BEGIN RECORD EXTRACTS

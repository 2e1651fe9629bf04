/**
 * Slip sweep: predicted slip for every cell of a 32 × 32 drive map, 5 surfaces × 4 load cases
 * (20,480 slip solves) through physics `slipGrid`, against the cost of one Magic Formula evaluation
 * measured in the same run (interleaved rounds, medians).
 */
import { demoTractor } from '@/db/demo/programs'
import { loadCasesFor, magicFormula, slipForForceRatio, slipGrid, SURFACE_IDS, SURFACES, type SolveStats } from '@/physics'
import { figure, isMain, median, now, runStandalone, type BenchResult } from './report'
import { mulberry32 } from '@/physics/random'
import { seededDriveMap } from './seeded'

const BENCH = 'slip-sweep'
const SIZE = 32
const ROUNDS = 31
const MF_BATCH = 200_000

export async function runSlipSweep(): Promise<BenchResult> {
  const vehicle = demoTractor
  const map = seededDriveMap(vehicle, SIZE, 0x5eed)
  const loadCases = loadCasesFor(vehicle)
  if (loadCases.length !== 4) throw new Error(`expected 4 load cases, got ${loadCases.length}`)
  const solves = SURFACE_IDS.length * loadCases.length * SIZE * SIZE

  const sweep = (): number => {
    let spins = 0
    for (const surface of SURFACE_IDS)
      for (const loadCase of loadCases)
        for (const row of slipGrid({ vehicle, loadCase, surface, ...map })) for (const c of row) if (c.spin) spins++
    return spins
  }

  // The force ratios the sweep solves, to count Magic Formula evaluations per solve.
  const stats: SolveStats = { solves: 0, mfEvaluations: 0 }
  for (const surface of SURFACE_IDS)
    for (const loadCase of loadCases)
      for (const row of slipGrid({ vehicle, loadCase, surface, ...map }))
        for (const c of row) if (c.driveAxleLoadN > 0) slipForForceRatio(c.wheelForceN / c.driveAxleLoadN, SURFACES[surface].passengerCarCoeffs, stats)

  // Magic Formula inputs: seeded slips across the rising branch and beyond, over all surfaces.
  const rnd = mulberry32(7)
  const slips = Float64Array.from({ length: 4096 }, () => rnd() * 0.4)
  const coeffs = SURFACE_IDS.map((s) => SURFACES[s].passengerCarCoeffs)
  let sink = 0
  const mfBatch = (): number => {
    const t0 = now()
    for (let i = 0; i < MF_BATCH; i++) sink += magicFormula(slips[i & 4095], coeffs[i % 5])
    return ((now() - t0) * 1e6) / MF_BATCH // ns per evaluation
  }

  // The first sweep of the process (cold: parse, JIT), then warm up both, then interleave.
  const c0 = now()
  sink += sweep()
  const coldMs = now() - c0
  for (let i = 0; i < 5; i++) { sink += sweep(); mfBatch() }
  const sweepMs: number[] = []
  const mfNs: number[] = []
  for (let i = 0; i < ROUNDS; i++) {
    const t0 = now()
    sink += sweep()
    sweepMs.push(now() - t0)
    mfNs.push(mfBatch())
  }
  if (!Number.isFinite(sink)) throw new Error('unreachable')

  const sweepMedian = median(sweepMs)
  const perSolveNs = (sweepMedian * 1e6) / solves
  const mf = median(mfNs)
  const evalsPerSolve = stats.mfEvaluations / stats.solves
  return {
    bench: BENCH,
    figures: [
      figure(BENCH, 'sweep time (20,480 solves)', sweepMedian, 'ms', { op: '<', limit: 20 }, `median of ${ROUNDS}`),
      figure(BENCH, 'first sweep of the process (cold)', coldMs, 'ms', undefined, 'includes JIT warm-up; not a target'),
      figure(BENCH, 'time per solve', perSolveNs, 'ns', undefined, 'whole cell: envelope, load transfer, slip'),
      figure(BENCH, 'time per Magic Formula evaluation', mf, 'ns'),
      figure(BENCH, 'solve cost in MF evaluations (time)', perSolveNs / mf, 'evaluations', { op: '<=', limit: 8 }),
      figure(BENCH, 'solve cost in MF evaluations (count)', evalsPerSolve, 'evaluations', { op: '<=', limit: 8 }, `${stats.mfEvaluations} over ${stats.solves} solves`),
    ],
  }
}

if (isMain(import.meta.url)) void runStandalone(BENCH, runSlipSweep)
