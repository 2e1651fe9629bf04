/**
 * Speed-dependent torque bounds of a map, from P = T·ω with ω the motor shaft speed in rad/s:
 * the torque/power curves of physics/envelope.ts evaluated on MapLimits (lowest-gear shaft
 * speed, road-speed cut-off of the top gear).
 */
import { batteryTorqueAtShaft, peakTorqueAtShaft } from '../physics/envelope'
import { MapInputError } from './errors'
import type { MapLimits } from './limits'

function checkSpeed(speedKmh: number): number {
  if (!Number.isFinite(speedKmh)) throw new MapInputError('not-finite', `speed must be finite, got ${speedKmh} km/h`)
  // Maps are keyed on speed magnitude; reverse uses the same bound.
  return Math.abs(speedKmh)
}

/**
 * Motor shaft speed at a road speed, rad/s (lowest gear, see limitsFromVehicle).
 * @example shaftSpeedRadS(limits, 36) // 36 × limits.shaftRadPerKmh
 */
export function shaftSpeedRadS(limits: MapLimits, speedKmh: number): number {
  return checkSpeed(speedKmh) * limits.shaftRadPerKmh
}

/**
 * Largest torque magnitude the motor can give at a road speed, N·m: peak torque up to base
 * speed, peak power ÷ shaft speed above it, and 0 beyond the motor speed limit (no gear can
 * reach that road speed, so any request there is meaningless).
 * @example // 2,000 N·m, 300 kW, 10 rad/s per km/h: base speed 15 rad/s = 1.5 km/h
 *          motorEnvelopeAt(limits, 30) // 300000 / 300 = 1000
 */
export function motorEnvelopeAt(limits: MapLimits, speedKmh: number): number {
  const v = checkSpeed(speedKmh)
  if (v > limits.maxRoadSpeedKmh) return 0
  return peakTorqueAtShaft(limits, v * limits.shaftRadPerKmh)
}

/**
 * Largest braking torque the battery can absorb at a road speed, N·m: charge power ÷ shaft
 * speed, Infinity at standstill. It assumes every watt of shaft power reaches the pack
 * (motor, inverter and driveline losses credited as zero), so it over-estimates the charge
 * power and is safe for the battery whatever the real efficiency is.
 * @example chargeLimitTorqueAt(limits, 30) // 200000 / 300 ≈ 666.7 for a 200 kW charge limit
 */
export function chargeLimitTorqueAt(limits: MapLimits, speedKmh: number): number {
  return batteryTorqueAtShaft(limits, shaftSpeedRadS(limits, speedKmh), 'regen')
}

/**
 * Largest drive torque the battery can supply at a road speed, N·m: discharge power ÷ shaft
 * speed. Electrical power is at least the shaft power, so a request above this can never be
 * met; one below it may still be cut by losses (hence only a warning in validate).
 * @example dischargeLimitTorqueAt(limits, 30) // 250000 / 300 ≈ 833.3 for a 250 kW discharge limit
 */
export function dischargeLimitTorqueAt(limits: MapLimits, speedKmh: number): number {
  return batteryTorqueAtShaft(limits, shaftSpeedRadS(limits, speedKmh), 'drive')
}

END RECORD EXTRACTS

Among the entries, how many lines carry "time"? Reply with a number and nothing else.

RESULT FOR THIS TASK –
4